TASK TO CARRY OUT: All lines of the material below that include the string "function" are to be copied.

RECORDS TO PROCESS:
BEGIN
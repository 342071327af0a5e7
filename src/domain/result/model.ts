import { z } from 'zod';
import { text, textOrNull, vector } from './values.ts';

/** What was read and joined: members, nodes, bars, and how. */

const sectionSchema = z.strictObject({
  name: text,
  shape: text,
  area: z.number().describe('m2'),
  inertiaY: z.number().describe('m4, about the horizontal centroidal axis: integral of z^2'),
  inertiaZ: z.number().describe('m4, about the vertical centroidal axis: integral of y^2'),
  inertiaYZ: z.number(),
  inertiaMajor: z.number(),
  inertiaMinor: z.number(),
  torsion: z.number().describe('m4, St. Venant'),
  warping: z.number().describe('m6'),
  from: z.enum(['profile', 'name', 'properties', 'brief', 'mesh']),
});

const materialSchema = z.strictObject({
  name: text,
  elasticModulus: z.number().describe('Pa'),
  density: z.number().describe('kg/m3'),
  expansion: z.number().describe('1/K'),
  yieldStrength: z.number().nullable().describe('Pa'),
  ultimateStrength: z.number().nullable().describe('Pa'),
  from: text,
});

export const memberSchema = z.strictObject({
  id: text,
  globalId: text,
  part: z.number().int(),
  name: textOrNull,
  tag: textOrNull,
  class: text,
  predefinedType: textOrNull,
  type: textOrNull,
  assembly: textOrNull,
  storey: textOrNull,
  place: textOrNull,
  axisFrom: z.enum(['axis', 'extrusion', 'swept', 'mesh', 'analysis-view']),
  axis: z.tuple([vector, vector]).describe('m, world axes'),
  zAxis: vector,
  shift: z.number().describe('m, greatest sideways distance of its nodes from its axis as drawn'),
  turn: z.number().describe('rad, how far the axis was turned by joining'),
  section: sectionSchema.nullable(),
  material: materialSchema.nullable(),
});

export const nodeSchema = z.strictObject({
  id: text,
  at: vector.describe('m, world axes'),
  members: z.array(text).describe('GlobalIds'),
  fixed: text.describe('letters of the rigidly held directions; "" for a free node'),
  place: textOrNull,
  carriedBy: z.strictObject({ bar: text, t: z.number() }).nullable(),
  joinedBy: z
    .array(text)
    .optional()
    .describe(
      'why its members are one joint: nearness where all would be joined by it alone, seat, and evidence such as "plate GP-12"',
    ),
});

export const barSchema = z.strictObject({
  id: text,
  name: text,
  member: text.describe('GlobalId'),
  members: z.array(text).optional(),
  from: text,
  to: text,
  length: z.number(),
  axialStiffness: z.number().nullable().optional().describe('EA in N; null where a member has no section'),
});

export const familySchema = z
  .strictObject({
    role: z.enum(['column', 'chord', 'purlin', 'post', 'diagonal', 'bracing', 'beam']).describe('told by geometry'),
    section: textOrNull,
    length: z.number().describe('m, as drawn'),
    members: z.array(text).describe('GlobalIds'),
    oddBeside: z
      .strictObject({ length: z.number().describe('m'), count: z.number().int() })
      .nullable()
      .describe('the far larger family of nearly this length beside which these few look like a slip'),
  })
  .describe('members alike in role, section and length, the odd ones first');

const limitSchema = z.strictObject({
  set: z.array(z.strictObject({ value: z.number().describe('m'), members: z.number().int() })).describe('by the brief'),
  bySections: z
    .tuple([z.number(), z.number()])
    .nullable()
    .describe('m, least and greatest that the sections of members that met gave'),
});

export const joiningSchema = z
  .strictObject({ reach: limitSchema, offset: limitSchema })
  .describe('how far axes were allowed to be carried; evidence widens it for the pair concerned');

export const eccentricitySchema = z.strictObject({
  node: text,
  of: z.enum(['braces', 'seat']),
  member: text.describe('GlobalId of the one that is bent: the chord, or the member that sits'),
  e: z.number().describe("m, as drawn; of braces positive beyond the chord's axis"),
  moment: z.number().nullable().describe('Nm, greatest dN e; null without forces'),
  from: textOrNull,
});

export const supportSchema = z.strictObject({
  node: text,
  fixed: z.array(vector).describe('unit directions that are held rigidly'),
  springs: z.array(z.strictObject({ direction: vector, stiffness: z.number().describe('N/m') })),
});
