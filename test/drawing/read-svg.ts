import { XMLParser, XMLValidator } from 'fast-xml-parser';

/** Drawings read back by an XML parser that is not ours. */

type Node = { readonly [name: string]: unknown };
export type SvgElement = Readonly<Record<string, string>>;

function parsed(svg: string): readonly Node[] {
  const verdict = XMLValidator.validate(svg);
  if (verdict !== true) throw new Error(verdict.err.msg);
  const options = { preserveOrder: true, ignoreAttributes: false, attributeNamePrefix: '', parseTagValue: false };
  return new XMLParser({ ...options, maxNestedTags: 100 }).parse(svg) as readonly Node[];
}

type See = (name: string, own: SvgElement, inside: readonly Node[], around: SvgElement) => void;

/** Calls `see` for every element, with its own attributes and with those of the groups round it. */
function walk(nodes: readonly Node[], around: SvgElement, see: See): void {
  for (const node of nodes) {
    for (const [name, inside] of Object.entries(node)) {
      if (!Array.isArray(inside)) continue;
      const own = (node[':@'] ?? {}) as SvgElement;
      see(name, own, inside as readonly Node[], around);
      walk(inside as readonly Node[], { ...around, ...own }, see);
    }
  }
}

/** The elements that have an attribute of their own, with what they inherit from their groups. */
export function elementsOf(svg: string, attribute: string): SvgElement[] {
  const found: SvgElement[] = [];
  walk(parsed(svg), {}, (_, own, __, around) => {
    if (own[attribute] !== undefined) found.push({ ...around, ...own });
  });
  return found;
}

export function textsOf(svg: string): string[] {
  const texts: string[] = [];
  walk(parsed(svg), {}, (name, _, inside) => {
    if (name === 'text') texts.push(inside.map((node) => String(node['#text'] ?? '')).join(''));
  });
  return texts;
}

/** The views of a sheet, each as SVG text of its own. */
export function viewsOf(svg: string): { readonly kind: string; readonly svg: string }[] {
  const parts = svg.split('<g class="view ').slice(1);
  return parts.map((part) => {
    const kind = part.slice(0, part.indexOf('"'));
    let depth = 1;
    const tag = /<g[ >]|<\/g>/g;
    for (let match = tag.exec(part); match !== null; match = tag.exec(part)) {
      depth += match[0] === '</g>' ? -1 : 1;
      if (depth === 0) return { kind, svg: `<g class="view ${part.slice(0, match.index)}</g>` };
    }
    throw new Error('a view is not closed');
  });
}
END
ANSWER BOX:
function parsed(svg: string): readonly Node[] {
function walk(nodes: readonly Node[], around: SvgElement, see: See): void {
export function elementsOf(svg: string, attribute: string): SvgElement[] {
export function textsOf(svg: string): string[] {
export function viewsOf(svg: string): { readonly kind: string; readonly svg: string }[] {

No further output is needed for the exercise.